*THE PROBLEM*
Retype all of the data. Every line must match exactly.

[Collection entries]
⁂

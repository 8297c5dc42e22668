#include "loqsmith/ledger/run_history.hpp"

#include <map>

#include "loqsmith/ledger/out_layout.hpp"

namespace loqsmith {
namespace {

class Collector {
 public:
  void add(const LedgerLine& line) {
    if (line.action == "run-begun") begin(line);
    if (line.action == "run-published") end(line, &RunEvents::published);
    if (line.action == "run-abandoned") end(line, &RunEvents::abandoned);
  }

  RunHistory take() { return std::move(history_); }

 private:
  void begin(const LedgerLine& line) {
    RunEvents run;
    run.object = line.object;
    const std::size_t slash = line.object.rfind('/');
    run.sequence = line.object.substr(0, slash);
    const auto number = slash == std::string::npos
                            ? std::nullopt
                            : run_folder_number(line.object.substr(slash + 1));
    if (!number || !unfit_sequence_name(run.sequence).empty()) {
      deviate(line, "its object is no run");
      return;
    }
    run.number = *number;
    run.folder = detail_of(line, "folder");
    run.amendments_sha256 = detail_of(line, "amendments_sha256");
    run.host = line.host;
    run.begun_time = line.time;
    run.begun = line.number;
    int& highest = highest_[run.sequence];
    if (run.number <= highest) {
      deviate(line, line.object + " has a number that was used before");
      return;
    }
    highest = run.number;
    index_[run.object] = history_.runs.size();
    history_.runs.push_back(std::move(run));
  }

  void end(const LedgerLine& line, std::uint64_t RunEvents::*how) {
    const auto found = index_.find(line.object);
    if (found == index_.end()) {
      deviate(line, line.object + " ends without having begun");
      return;
    }
    RunEvents& run = history_.runs[found->second];
    if (!run.pending()) {
      deviate(line, line.object + " ends a second time");
      return;
    }
    run.*how = line.number;
    run.manifest = line.manifest;
    if (run.published != 0 && run.manifest.empty()) {
      deviate(line, line.object + " is published without a manifest");
    }
  }

  void deviate(const LedgerLine& line, std::string what) {
    history_.deviations.push_back(
        {"ledger.jsonl line " + std::to_string(line.number), std::move(what)});
  }

  RunHistory history_;
  std::map<std::string, std::size_t> index_;
  std::map<std::string, int> highest_;
};

}  // namespace

RunHistory collect_runs(const std::vector<LedgerLine>& lines) {
  Collector collector;
  for (const LedgerLine& line : lines) collector.add(line);
  return collector.take();
}

}  // namespace loqsmith
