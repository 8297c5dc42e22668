#include <algorithm>
#include <string>
#include <vector>

#include "loqsmith/base/text.hpp"
#include "loqsmith/ledger/method_seen.hpp"

namespace loqsmith {
namespace {

constexpr std::size_t kMostLinesShown = 40;
constexpr std::size_t kMostBytesShown = 200;
// The table below has a cell for each pair of lines.
constexpr std::size_t kMostPairs = std::size_t{4} << 20U;

using Lines = std::vector<std::string>;

// Of what is left below each pair of lines: how many lines both texts share, in
// the same order (the longest common subsequence, by dynamic programming).
class Shared {
 public:
  Shared(const Lines& before, const Lines& after)
      : width_(after.size() + 1), length_((before.size() + 1) * width_, 0) {
    for (std::size_t i = before.size(); i-- > 0;) {
      for (std::size_t j = after.size(); j-- > 0;) {
        length_[i * width_ + j] = before[i] == after[j]
                                      ? at(i + 1, j + 1) + 1
                                      : std::max(at(i + 1, j), at(i, j + 1));
      }
    }
  }

  std::size_t at(std::size_t i, std::size_t j) const {
    return length_[i * width_ + j];
  }

 private:
  std::size_t width_;
  std::vector<std::size_t> length_;
};

std::string shown(char sign, std::size_t index, const std::string& line) {
  std::string text(trim(line));
  if (text.size() > kMostBytesShown) text = text.substr(0, kMostBytesShown);
  return sign + std::to_string(index + 1) + ' ' + text;
}

Lines differences(const Lines& before, const Lines& after) {
  const Shared shared(before, after);
  Lines found;
  std::size_t i = 0;
  std::size_t j = 0;
  while (i < before.size() || j < after.size()) {
    if (i < before.size() && j < after.size() && before[i] == after[j]) {
      ++i;
      ++j;
    } else if (j == after.size() ||
               (i < before.size() &&
                shared.at(i + 1, j) >= shared.at(i, j + 1))) {
      found.push_back(shown('-', i, before[i]));
      ++i;
    } else {
      found.push_back(shown('+', j, after[j]));
      ++j;
    }
  }
  return found;
}

}  // namespace

std::string line_difference(const std::string& before,
                            const std::string& after) {
  const Lines old_lines = split(before, '\n');
  const Lines new_lines = split(after, '\n');
  if (old_lines.size() * new_lines.size() > kMostPairs) {
    return "too long to be compared: " + std::to_string(old_lines.size()) +
           " lines before, " + std::to_string(new_lines.size()) + " now";
  }
  Lines found = differences(old_lines, new_lines);
  if (found.size() > kMostLinesShown) {
    const std::size_t more = found.size() - kMostLinesShown;
    found.resize(kMostLinesShown);
    found.push_back("and " + std::to_string(more) + " lines more");
  }
  return join(found, "\n");
}

}  // namespace loqsmith
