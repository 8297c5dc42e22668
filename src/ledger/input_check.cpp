#include "loqsmith/ledger/input_check.hpp"

#include <nlohmann/json.hpp>
#include <optional>
#include <system_error>
#include <vector>

#include "loqsmith/base/files.hpp"

namespace loqsmith {
namespace {

namespace fs = std::filesystem;
using Json = nlohmann::json;

struct UsedFile {
  std::string path;
  std::string sha256;  // empty: it could not be read then
};

std::optional<std::vector<UsedFile>> used_files(const fs::path& record) {
  try {
    std::vector<UsedFile> files;
    const Json json = Json::parse(read_file(record));
    for (const Json& input : json.at("inputs")) {
      const Json& hash = input.at("sha256");
      files.push_back({input.at("path").get<std::string>(),
                       hash.is_null() ? "" : hash.get<std::string>()});
    }
    return files;
  } catch (const Json::exception&) {
    return std::nullopt;
  }
}

}  // namespace

// A link that stays in the folder is followed, as it was when the run was made.
const InputCheck::Found& InputCheck::find(const fs::path& folder,
                                          const std::string& file) {
  const std::string key = (folder / file).string();
  const auto known = found_.find(key);
  if (known != found_.end()) return known->second;
  Found found;
  try {
    if (!fs::exists(folder / file)) {
      found.why = "it is not there any more";
    } else if (!unsafe_path(folder, file).empty()) {
      found.why = "its path leads out of the folder";
    } else {
      found.sha256 = digest_file(fs::canonical(folder / file)).sha256;
    }
  } catch (const std::system_error& error) {
    found.why = "it cannot be read: " + error.code().message();
  }
  return found_.emplace(key, std::move(found)).first->second;
}

void InputCheck::check_run(const fs::path& folder, const RunEvents& run,
                           VerifyReport& report) {
  const fs::path record = folder / "record.json";
  const auto files = is_there(record) ? used_files(record) : std::nullopt;
  if (!files) {
    report.notes.push_back(run.object +
                           " has no record.json that names its inputs");
    return;
  }
  for (const UsedFile& used : *files) {
    const std::string place = (fs::path(run.folder) / used.path).string();
    const Found& now = find(run.folder, used.path);
    if (used.sha256.empty()) {
      report.notes.push_back(place + ", an input of " + run.object +
                             ", could not be read when the run was made");
    } else if (now.sha256.empty()) {
      report.notes.push_back(place + ", an input of " + run.object + ": " +
                             now.why);
    } else if (now.sha256 != used.sha256) {
      report.deviations.push_back(
          {place, "it was changed: " + run.object +
                      " was computed from other bytes, of SHA-256 " +
                      used.sha256});
    } else {
      ++report.inputs;
    }
  }
}

}  // namespace loqsmith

⁂

*EXERCISE RESPONSE*
repository 8297c5dc42e22668
#include "loqsmith/ledger/run_history.hpp"

#include <map>

#include "loqsmith/ledger/out_layout.hpp"

namespace loqsmith {
namespace {

class Collector {
 public:
  void add(const LedgerLine& line) {
    if (line.action == "run-begun") begin(line);
    if (line.action == "run-published") end(line, &RunEvents::published);
    if (line.action == "run-abandoned") end(line, &RunEvents::abandoned);
  }

  RunHistory take() { return std::move(history_); }

 private:
  void begin(const LedgerLine& line) {
    RunEvents run;
    run.object = line.object;
    const std::size_t slash = line.object.rfind('/');
    run.sequence = line.object.substr(0, slash);
    const auto number = slash == std::string::npos
                            ? std::nullopt
                            : run_folder_number(line.object.substr(slash + 1));
    if (!number || !unfit_sequence_name(run.sequence).empty()) {
      deviate(line, "its object is no run");
      return;
    }
    run.number = *number;
    run.folder = detail_of(line, "folder");
    run.amendments_sha256 = detail_of(line, "amendments_sha256");
    run.host = line.host;
    run.begun_time = line.time;
    run.begun = line.number;
    int& highest = highest_[run.sequence];
    if (run.number <= highest) {
      deviate(line, line.object + " has a number that was used before");
      return;
    }
    highest = run.number;
    index_[run.object] = history_.runs.size();
    history_.runs.push_back(std::move(run));
  }

  void end(const LedgerLine& line, std::uint64_t RunEvents::*how) {
    const auto found = index_.find(line.object);
    if (found == index_.end()) {
      deviate(line, line.object + " ends without having begun");
      return;
    }
    RunEvents& run = history_.runs[found->second];
    if (!run.pending()) {
      deviate(line, line.object + " ends a second time");
      return;
    }
    run.*how = line.number;
    run.manifest = line.manifest;
    if (run.published != 0 && run.manifest.empty()) {
      deviate(line, line.object + " is published without a manifest");
    }
  }

  void deviate(const LedgerLine& line, std::string what) {
    history_.deviations.push_back(
        {"ledger.jsonl line " + std::to_string(line.number), std::move(what)});
  }

  RunHistory history_;
  std::map<std::string, std::size_t> index_;
  std::map<std::string, int> highest_;
};

}  // namespace

RunHistory collect_runs(const std::vector<LedgerLine>& lines) {
  Collector collector;
  for (const LedgerLine& line : lines) collector.add(line);
  return collector.take();
}

}  // namespace loqsmith
repository 8297c5dc42e22668
#include <algorithm>
#include <string>
#include <vector>

#include "loqsmith/base/text.hpp"
#include "loqsmith/ledger/method_seen.hpp"

namespace loqsmith {
namespace {

constexpr std::size_t kMostLinesShown = 40;
constexpr std::size_t kMostBytesShown = 200;
// The table below has a cell for each pair of lines.
constexpr std::size_t kMostPairs = std::size_t{4} << 20U;

using Lines = std::vector<std::string>;

// Of what is left below each pair of lines: how many lines both texts share, in
// the same order (the longest common subsequence, by dynamic programming).
class Shared {
 public:
  Shared(const Lines& before, const Lines& after)
      : width_(after.size() + 1), length_((before.size() + 1) * width_, 0) {
    for (std::size_t i = before.size(); i-- > 0;) {
      for (std::size_t j = after.size(); j-- > 0;) {
        length_[i * width_ + j] = before[i] == after[j]
                                      ? at(i + 1, j + 1) + 1
                                      : std::max(at(i + 1, j), at(i, j + 1));
      }
    }
  }

  std::size_t at(std::size_t i, std::size_t j) const {
    return length_[i * width_ + j];
  }

 private:
  std::size_t width_;
  std::vector<std::size_t> length_;
};

std::string shown(char sign, std::size_t index, const std::string& line) {
  std::string text(trim(line));
  if (text.size() > kMostBytesShown) text = text.substr(0, kMostBytesShown);
  return sign + std::to_string(index + 1) + ' ' + text;
}

Lines differences(const Lines& before, const Lines& after) {
  const Shared shared(before, after);
  Lines found;
  std::size_t i = 0;
  std::size_t j = 0;
  while (i < before.size() || j < after.size()) {
    if (i < before.size() && j < after.size() && before[i] == after[j]) {
      ++i;
      ++j;
    } else if (j == after.size() ||
               (i < before.size() &&
                shared.at(i + 1, j) >= shared.at(i, j + 1))) {
      found.push_back(shown('-', i, before[i]));
      ++i;
    } else {
      found.push_back(shown('+', j, after[j]));
      ++j;
    }
  }
  return found;
}

}  // namespace

std::string line_difference(const std::string& before,
                            const std::string& after) {
  const Lines old_lines = split(before, '\n');
  const Lines new_lines = split(after, '\n');
  if (old_lines.size() * new_lines.size() > kMostPairs) {
    return "too long to be compared: " + std::to_string(old_lines.size()) +
           " lines before, " + std::to_string(new_lines.size()) + " now";
  }
  Lines found = differences(old_lines, new_lines);
  if (found.size() > kMostLinesShown) {
    const std::size_t more = found.size() - kMostLinesShown;
    found.resize(kMostLinesShown);
    found.push_back("and " + std::to_string(more) + " lines more");
  }
  return join(found, "\n");
}

}  // namespace loqsmith
repository 8297c5dc42e22668
filename src/ledger/input_check.cpp
#include "loqsmith/ledger/input_check.hpp"

#include <nlohmann/json.hpp>
#include <optional>
#include <system_error>
#include <vector>

#include "loqsmith/base/files.hpp"

namespace loqsmith {
namespace {

namespace fs = std::filesystem;
using Json = nlohmann::json;

struct UsedFile {
  std::string path;
  std::string sha256;  // empty: it could not be read then
};

std::optional<std::vector<UsedFile>> used_files(const fs::path& record) {
  try {
    std::vector<UsedFile> files;
    const Json json = Json::parse(read_file(record));
    for (const Json& input : json.at("inputs")) {
      const Json& hash = input.at("sha256");
      files.push_back({input.at("path").get<std::string>(),
                       hash.is_null() ? "" : hash.get<std::string>()});
    }
    return files;
  } catch (const Json::exception&) {
    return std::nullopt;
  }
}

}  // namespace

// A link that stays in the folder is followed, as it was when the run was made.
const InputCheck::Found& InputCheck::find(const fs::path& folder,
                                          const std::string& file) {
  const std::string key = (folder / file).string();
  const auto known = found_.find(key);
  if (known != found_.end()) return known->second;
  Found found;
  try {
    if (!fs::exists(folder / file)) {
      found.why = "it is not there any more";
    } else if (!unsafe_path(folder, file).empty()) {
      found.why = "its path leads out of the folder";
    } else {
      found.sha256 = digest_file(fs::canonical(folder / file)).sha256;
    }
  } catch (const std::system_error& error) {
    found.why = "it cannot be read: " + error.code().message();
  }
  return found_.emplace(key, std::move(found)).first->second;
}

void InputCheck::check_run(const fs::path& folder, const RunEvents& run,
                           VerifyReport& report) {
  const fs::path record = folder / "record.json";
  const auto files = is_there(record) ? used_files(record) : std::nullopt;
  if (!files) {
    report.notes.push_back(run.object +
                           " has no record.json that names its inputs");
    return;
  }
  for (const UsedFile& used : *files) {
    const std::string place = (fs::path(run.folder) / used.path).string();
    const Found& now = find(run.folder, used.path);
    if (used.sha256.empty()) {
      report.notes.push_back(place + ", an input of " + run.object +
                             ", could not be read when the run was made");
    } else if (now.sha256.empty()) {
      report.notes.push_back(place + ", an input of " + run.object + ": " +
                             now.why);
    } else if (now.sha256 != used.sha256) {
      report.deviations.push_back(
          {place, "it was changed: " + run.object +
                      " was computed from other bytes, of SHA-256 " +
                      used.sha256});
    } else {
      ++report.inputs;
    }
  }
}

}  // namespace loqsmith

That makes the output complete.